- Opening Delimiter -

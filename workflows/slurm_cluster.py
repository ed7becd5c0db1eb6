"""Run a volrecon job on a SLURM cluster through dask-jobqueue.

    python workflows/slurm_cluster.py workflows/cluster.toml --jobs 10 --queue normal \
        --account mylab --venv /shared/lab/volrecon/.venv

This process is the driver: it holds the store's lock, plans tasks and records finished
frames; it starts a dask scheduler here and submits SLURM jobs that each run dask workers.
Run it on a login node or inside a small long-running SLURM job (the scheduler must be
reachable from the compute nodes: pick their network with --interface, e.g. ib0). Stopping
it (Ctrl-C, or SIGTERM from the queue) leaves a consistent store; run it again to continue.
"""

from __future__ import annotations

import argparse
import signal
import sys
from typing import Any


def slurm_cluster(*, cores: int, processes: int, memory: str, walltime: str,
                  queue: str | None = None, account: str | None = None,
                  venv: str | None = None, interface: str | None = None,
                  extra_directives: list[str] | None = None, log_directory: str = "slurm-logs",
                  scheduler_options: dict[str, Any] | None = None) -> Any:
    """A dask-jobqueue SLURMCluster whose jobs each run `processes` dask workers."""
    from dask_jobqueue import SLURMCluster

    prologue = [f"source {venv}/bin/activate"] if venv else []
    # Each worker process runs cores/processes tasks at once, one FFT thread each
    # ([compute] threads = 1); keep other libraries from starting thread pools of their own.
    prologue += ["export OMP_NUM_THREADS=1 OPENBLAS_NUM_THREADS=1 MKL_NUM_THREADS=1"]
    return SLURMCluster(
        cores=cores, processes=processes, memory=memory, walltime=walltime, queue=queue,
        account=account, interface=interface, job_script_prologue=prologue,
        job_extra_directives=extra_directives or [], local_directory="$TMPDIR",
        log_directory=log_directory, scheduler_options=scheduler_options or {})


def main(argv: list[str] | None = None) -> int:
    parser = argparse.ArgumentParser(description=__doc__.splitlines()[0])
    parser.add_argument("job", help="job file (paths on shared storage)")
    parser.add_argument("--jobs", type=int, default=4, help="SLURM jobs to start")
    parser.add_argument("--cores", type=int, default=8, help="cores per SLURM job")
    parser.add_argument("--processes", type=int, default=2, help="dask workers per SLURM job")
    parser.add_argument("--memory", default="32GiB", help="memory per SLURM job")
    parser.add_argument("--walltime", default="04:00:00")
    parser.add_argument("--queue", default=None)
    parser.add_argument("--account", default=None)
    parser.add_argument("--venv", default=None, help="virtual environment on shared storage")
    parser.add_argument("--interface", default=None, help="network interface, e.g. ib0")
    parser.add_argument("--adapt", action="store_true",
                        help="scale between 0 and --jobs SLURM jobs as work remains")
    parser.add_argument("--restart", action="store_true", help="start the store over")
    args = parser.parse_args(argv)

    from distributed import Client

    from volrecon.pipeline import load_job, progress_bar, run_job

    job = load_job(args.job)  # check the job before asking the queue for anything
    cluster = slurm_cluster(cores=args.cores, processes=args.processes, memory=args.memory,
                            walltime=args.walltime, queue=args.queue, account=args.account,
                            venv=args.venv, interface=args.interface)

    def stop(signum: int, frame: object) -> None:
        raise KeyboardInterrupt

    signal.signal(signal.SIGTERM, stop)
    try:
        with cluster, Client(cluster) as client:
            if args.adapt:
                cluster.adapt(minimum_jobs=0, maximum_jobs=args.jobs)
            else:
                cluster.scale(jobs=args.jobs)
            client.wait_for_workers(1)
            with progress_bar() as progress:
                result = run_job(job, restart=args.restart, progress=progress, client=client)
    except KeyboardInterrupt:
        print("stopped; run the same command again to continue", file=sys.stderr)
        return 130
    print(f"{result.store_path}: {result.done}/{result.total} frames done, "
          f"{result.failed} failed")
    return 0


if __name__ == "__main__":
    sys.exit(main())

- Closing Delimiter -

(WORK INSTRUCTIONS): Return the full material exactly.

(SOLUTION TO THIS PROBLEM):
filename workflows/slurm_cluster.py
repository ed7becd5c0db1eb6
"""Run a volrecon job on a SLURM cluster through dask-jobqueue.

    python workflows/slurm_cluster.py workflows/cluster.toml --jobs 10 --queue normal \
        --account mylab --venv /shared/lab/volrecon/.venv

This process is the driver: it holds the store's lock, plans tasks and records finished
frames; it starts a dask scheduler here and submits SLURM jobs that each run dask workers.
Run it on a login node or inside a small long-running SLURM job (the scheduler must be
reachable from the compute nodes: pick their network with --interface, e.g. ib0). Stopping
it (Ctrl-C, or SIGTERM from the queue) leaves a consistent store; run it again to continue.
"""

from __future__ import annotations

import argparse
import signal
import sys
from typing import Any


def slurm_cluster(*, cores: int, processes: int, memory: str, walltime: str,
                  queue: str | None = None, account: str | None = None,
                  venv: str | None = None, interface: str | None = None,
                  extra_directives: list[str] | None = None, log_directory: str = "slurm-logs",
                  scheduler_options: dict[str, Any] | None = None) -> Any:
    """A dask-jobqueue SLURMCluster whose jobs each run `processes` dask workers."""
    from dask_jobqueue import SLURMCluster

    prologue = [f"source {venv}/bin/activate"] if venv else []
    # Each worker process runs cores/processes tasks at once, one FFT thread each
    # ([compute] threads = 1); keep other libraries from starting thread pools of their own.
    prologue += ["export OMP_NUM_THREADS=1 OPENBLAS_NUM_THREADS=1 MKL_NUM_THREADS=1"]
    return SLURMCluster(
        cores=cores, processes=processes, memory=memory, walltime=walltime, queue=queue,
        account=account, interface=interface, job_script_prologue=prologue,
        job_extra_directives=extra_directives or [], local_directory="$TMPDIR",
        log_directory=log_directory, scheduler_options=scheduler_options or {})


def main(argv: list[str] | None = None) -> int:
    parser = argparse.ArgumentParser(description=__doc__.splitlines()[0])
    parser.add_argument("job", help="job file (paths on shared storage)")
    parser.add_argument("--jobs", type=int, default=4, help="SLURM jobs to start")
    parser.add_argument("--cores", type=int, default=8, help="cores per SLURM job")
    parser.add_argument("--processes", type=int, default=2, help="dask workers per SLURM job")
    parser.add_argument("--memory", default="32GiB", help="memory per SLURM job")
    parser.add_argument("--walltime", default="04:00:00")
    parser.add_argument("--queue", default=None)
    parser.add_argument("--account", default=None)
    parser.add_argument("--venv", default=None, help="virtual environment on shared storage")
    parser.add_argument("--interface", default=None, help="network interface, e.g. ib0")
    parser.add_argument("--adapt", action="store_true",
                        help="scale between 0 and --jobs SLURM jobs as work remains")
    parser.add_argument("--restart", action="store_true", help="start the store over")
    args = parser.parse_args(argv)

    from distributed import Client

    from volrecon.pipeline import load_job, progress_bar, run_job

    job = load_job(args.job)  # check the job before asking the queue for anything
    cluster = slurm_cluster(cores=args.cores, processes=args.processes, memory=args.memory,
                            walltime=args.walltime, queue=args.queue, account=args.account,
                            venv=args.venv, interface=args.interface)

    def stop(signum: int, frame: object) -> None:
        raise KeyboardInterrupt

    signal.signal(signal.SIGTERM, stop)
    try:
        with cluster, Client(cluster) as client:
            if args.adapt:
                cluster.adapt(minimum_jobs=0, maximum_jobs=args.jobs)
            else:
                cluster.scale(jobs=args.jobs)
            client.wait_for_workers(1)
            with progress_bar() as progress:
                result = run_job(job, restart=args.restart, progress=progress, client=client)
    except KeyboardInterrupt:
        print("stopped; run the same command again to continue", file=sys.stderr)
        return 130
    print(f"{result.store_path}: {result.done}/{result.total} frames done, "
          f"{result.failed} failed")
    return 0


if __name__ == "__main__":
    sys.exit(main())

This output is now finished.